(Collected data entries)

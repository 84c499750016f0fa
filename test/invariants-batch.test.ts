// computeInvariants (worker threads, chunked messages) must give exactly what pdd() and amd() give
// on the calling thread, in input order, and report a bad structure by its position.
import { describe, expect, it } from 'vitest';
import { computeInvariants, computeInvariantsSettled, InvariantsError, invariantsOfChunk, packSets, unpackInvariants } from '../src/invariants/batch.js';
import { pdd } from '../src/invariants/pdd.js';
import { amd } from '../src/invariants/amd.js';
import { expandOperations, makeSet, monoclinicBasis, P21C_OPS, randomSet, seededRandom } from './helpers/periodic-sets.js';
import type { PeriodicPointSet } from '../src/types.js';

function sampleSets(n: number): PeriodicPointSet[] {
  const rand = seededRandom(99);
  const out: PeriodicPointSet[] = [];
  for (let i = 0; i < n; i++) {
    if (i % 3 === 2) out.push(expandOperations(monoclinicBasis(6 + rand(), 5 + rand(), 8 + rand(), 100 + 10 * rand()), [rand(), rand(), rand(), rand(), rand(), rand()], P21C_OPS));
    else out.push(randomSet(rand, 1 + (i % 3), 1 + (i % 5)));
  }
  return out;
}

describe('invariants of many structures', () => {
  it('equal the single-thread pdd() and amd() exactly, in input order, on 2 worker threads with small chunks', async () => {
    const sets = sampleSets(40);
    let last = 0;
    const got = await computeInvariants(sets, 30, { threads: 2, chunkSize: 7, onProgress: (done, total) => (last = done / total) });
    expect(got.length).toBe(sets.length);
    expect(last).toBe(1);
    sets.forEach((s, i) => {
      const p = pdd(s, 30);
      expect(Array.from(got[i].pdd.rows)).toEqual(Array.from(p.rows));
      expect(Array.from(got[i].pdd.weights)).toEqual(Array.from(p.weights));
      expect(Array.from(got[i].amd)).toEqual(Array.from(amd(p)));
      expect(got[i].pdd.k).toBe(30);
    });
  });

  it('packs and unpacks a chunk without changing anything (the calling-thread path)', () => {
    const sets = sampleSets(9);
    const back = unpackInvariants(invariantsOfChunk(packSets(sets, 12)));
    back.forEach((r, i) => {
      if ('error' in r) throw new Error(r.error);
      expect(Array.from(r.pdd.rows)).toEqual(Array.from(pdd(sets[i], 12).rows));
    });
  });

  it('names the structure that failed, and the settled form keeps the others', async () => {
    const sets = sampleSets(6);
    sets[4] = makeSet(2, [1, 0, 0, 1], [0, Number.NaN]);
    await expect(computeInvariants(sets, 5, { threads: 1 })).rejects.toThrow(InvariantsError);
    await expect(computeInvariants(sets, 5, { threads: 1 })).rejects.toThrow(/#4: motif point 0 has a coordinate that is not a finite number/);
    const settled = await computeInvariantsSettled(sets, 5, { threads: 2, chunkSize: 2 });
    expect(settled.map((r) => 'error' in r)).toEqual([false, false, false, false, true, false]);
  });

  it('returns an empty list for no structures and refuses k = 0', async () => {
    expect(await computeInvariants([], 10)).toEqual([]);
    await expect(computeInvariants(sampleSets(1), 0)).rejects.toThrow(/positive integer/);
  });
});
==
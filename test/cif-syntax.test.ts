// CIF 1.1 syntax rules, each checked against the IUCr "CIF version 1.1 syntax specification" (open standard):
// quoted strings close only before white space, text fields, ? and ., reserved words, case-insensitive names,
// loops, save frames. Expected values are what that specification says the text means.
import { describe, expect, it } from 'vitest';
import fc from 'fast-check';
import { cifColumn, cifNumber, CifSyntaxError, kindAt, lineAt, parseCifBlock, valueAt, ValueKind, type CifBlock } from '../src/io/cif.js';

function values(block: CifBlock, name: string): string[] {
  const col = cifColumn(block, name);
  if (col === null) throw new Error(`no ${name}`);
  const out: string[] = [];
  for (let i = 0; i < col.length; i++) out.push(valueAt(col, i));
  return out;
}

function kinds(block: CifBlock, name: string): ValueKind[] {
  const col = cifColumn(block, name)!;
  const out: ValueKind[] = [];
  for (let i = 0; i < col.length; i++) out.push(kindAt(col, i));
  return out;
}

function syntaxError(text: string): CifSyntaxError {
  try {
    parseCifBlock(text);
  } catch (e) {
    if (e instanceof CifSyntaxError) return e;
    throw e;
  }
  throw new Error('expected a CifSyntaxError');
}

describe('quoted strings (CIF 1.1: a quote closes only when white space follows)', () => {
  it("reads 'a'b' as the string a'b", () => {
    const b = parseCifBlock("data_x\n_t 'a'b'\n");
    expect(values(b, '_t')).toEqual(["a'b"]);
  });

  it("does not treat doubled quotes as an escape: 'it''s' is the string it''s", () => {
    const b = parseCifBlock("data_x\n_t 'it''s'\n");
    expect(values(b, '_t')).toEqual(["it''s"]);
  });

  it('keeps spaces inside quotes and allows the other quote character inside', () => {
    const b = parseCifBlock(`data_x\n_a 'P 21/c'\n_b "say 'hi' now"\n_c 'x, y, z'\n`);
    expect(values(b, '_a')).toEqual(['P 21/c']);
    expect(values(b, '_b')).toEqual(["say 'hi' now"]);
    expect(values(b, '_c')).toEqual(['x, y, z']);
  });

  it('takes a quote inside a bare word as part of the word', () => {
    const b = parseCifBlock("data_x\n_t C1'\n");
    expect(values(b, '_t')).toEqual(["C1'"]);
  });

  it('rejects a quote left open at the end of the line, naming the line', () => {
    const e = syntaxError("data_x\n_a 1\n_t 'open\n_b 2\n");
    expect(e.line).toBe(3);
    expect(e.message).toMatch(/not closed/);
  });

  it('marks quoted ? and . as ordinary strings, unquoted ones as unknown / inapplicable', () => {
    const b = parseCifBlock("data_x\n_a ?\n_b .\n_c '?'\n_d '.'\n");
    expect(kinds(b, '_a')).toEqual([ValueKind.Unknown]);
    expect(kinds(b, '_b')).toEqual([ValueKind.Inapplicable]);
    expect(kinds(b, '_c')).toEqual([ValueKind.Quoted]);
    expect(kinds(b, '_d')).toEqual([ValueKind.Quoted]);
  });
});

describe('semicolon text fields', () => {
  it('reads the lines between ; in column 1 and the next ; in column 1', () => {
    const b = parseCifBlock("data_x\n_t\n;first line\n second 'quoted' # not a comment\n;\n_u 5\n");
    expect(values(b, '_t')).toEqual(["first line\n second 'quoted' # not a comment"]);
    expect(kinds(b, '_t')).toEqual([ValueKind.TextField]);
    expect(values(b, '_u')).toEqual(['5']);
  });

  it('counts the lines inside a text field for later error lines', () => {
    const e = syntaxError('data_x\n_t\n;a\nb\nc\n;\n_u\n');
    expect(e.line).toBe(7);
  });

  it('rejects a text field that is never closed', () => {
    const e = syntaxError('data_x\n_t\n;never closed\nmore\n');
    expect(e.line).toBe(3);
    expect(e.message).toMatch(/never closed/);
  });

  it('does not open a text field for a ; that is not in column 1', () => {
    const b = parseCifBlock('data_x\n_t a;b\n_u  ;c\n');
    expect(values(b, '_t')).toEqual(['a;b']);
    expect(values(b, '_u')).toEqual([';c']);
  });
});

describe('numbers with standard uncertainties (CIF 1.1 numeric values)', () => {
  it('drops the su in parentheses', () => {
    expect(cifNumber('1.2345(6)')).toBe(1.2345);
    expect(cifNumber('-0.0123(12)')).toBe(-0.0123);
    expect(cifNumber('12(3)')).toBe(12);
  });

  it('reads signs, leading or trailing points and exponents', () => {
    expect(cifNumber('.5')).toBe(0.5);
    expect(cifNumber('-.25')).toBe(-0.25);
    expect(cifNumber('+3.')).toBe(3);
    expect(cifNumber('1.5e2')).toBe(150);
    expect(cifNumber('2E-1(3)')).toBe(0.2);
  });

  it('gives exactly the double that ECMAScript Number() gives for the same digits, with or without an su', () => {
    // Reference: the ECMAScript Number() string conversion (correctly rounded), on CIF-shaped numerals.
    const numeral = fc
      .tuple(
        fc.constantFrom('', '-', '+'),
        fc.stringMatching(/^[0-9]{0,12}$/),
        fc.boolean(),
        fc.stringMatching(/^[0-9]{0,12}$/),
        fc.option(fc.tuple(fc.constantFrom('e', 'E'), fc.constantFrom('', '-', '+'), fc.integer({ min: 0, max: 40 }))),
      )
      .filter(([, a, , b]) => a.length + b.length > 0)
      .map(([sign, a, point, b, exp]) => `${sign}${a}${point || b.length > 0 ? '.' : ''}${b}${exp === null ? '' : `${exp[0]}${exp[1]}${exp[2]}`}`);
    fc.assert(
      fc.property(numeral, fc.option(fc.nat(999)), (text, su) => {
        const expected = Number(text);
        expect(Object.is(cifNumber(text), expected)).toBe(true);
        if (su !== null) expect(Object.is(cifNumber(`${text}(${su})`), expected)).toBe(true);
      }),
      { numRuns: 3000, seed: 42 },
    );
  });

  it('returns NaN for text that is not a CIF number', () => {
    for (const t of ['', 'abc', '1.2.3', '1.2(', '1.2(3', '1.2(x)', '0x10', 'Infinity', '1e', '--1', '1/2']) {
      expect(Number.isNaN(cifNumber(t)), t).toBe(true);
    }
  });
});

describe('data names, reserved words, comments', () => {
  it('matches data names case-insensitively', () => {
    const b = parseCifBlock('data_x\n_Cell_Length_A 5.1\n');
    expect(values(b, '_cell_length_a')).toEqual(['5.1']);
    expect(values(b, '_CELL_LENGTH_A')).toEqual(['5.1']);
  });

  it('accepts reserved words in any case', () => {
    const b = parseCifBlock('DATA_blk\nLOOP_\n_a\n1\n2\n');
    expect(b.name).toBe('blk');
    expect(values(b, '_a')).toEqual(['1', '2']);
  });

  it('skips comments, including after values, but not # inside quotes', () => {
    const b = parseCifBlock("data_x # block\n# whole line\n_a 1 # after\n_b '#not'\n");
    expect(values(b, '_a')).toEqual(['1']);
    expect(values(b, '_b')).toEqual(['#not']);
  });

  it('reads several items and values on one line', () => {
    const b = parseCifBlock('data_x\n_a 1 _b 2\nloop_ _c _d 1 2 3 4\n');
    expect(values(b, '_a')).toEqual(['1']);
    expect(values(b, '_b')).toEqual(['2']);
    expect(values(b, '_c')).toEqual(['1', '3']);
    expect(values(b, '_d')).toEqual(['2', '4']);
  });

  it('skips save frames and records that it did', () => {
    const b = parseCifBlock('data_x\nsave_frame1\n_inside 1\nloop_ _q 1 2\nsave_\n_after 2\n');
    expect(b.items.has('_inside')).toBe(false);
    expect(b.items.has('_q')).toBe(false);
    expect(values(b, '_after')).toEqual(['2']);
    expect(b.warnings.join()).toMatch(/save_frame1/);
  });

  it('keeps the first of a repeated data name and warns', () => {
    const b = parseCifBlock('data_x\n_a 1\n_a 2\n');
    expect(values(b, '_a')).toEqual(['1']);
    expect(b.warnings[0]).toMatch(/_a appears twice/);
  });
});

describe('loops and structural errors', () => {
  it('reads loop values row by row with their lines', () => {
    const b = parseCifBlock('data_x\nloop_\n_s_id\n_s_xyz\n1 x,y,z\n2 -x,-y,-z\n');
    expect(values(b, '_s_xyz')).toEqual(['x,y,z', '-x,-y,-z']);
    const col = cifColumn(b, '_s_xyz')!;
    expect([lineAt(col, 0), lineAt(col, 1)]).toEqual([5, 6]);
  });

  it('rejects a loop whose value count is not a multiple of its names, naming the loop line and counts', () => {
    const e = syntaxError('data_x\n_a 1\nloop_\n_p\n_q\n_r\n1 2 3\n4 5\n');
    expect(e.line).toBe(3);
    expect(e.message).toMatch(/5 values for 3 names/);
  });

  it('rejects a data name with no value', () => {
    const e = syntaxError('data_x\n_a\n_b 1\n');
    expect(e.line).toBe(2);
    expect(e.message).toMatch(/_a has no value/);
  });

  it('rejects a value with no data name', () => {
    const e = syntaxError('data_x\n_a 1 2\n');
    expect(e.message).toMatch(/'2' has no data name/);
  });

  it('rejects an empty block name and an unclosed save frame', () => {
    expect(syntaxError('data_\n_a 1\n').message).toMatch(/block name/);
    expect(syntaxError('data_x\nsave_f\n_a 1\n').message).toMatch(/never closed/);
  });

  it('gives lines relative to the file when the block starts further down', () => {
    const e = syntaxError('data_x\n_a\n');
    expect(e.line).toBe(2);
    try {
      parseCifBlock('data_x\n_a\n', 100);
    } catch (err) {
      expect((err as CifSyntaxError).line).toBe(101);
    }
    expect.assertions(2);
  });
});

# The task:
Of the entries above, repeat exactly the lines from the line with "repository 84c499750016f0fa" through the line with "const out: PeriodicPointSet[] = [];", both of them included.

# Task solution:
repository 84c499750016f0fa
filename test/invariants-batch.test.ts
// computeInvariants (worker threads, chunked messages) must give exactly what pdd() and amd() give
// on the calling thread, in input order, and report a bad structure by its position.
import { describe, expect, it } from 'vitest';
import { computeInvariants, computeInvariantsSettled, InvariantsError, invariantsOfChunk, packSets, unpackInvariants } from '../src/invariants/batch.js';
import { pdd } from '../src/invariants/pdd.js';
import { amd } from '../src/invariants/amd.js';
import { expandOperations, makeSet, monoclinicBasis, P21C_OPS, randomSet, seededRandom } from './helpers/periodic-sets.js';
import type { PeriodicPointSet } from '../src/types.js';

function sampleSets(n: number): PeriodicPointSet[] {
  const rand = seededRandom(99);
  const out: PeriodicPointSet[] = [];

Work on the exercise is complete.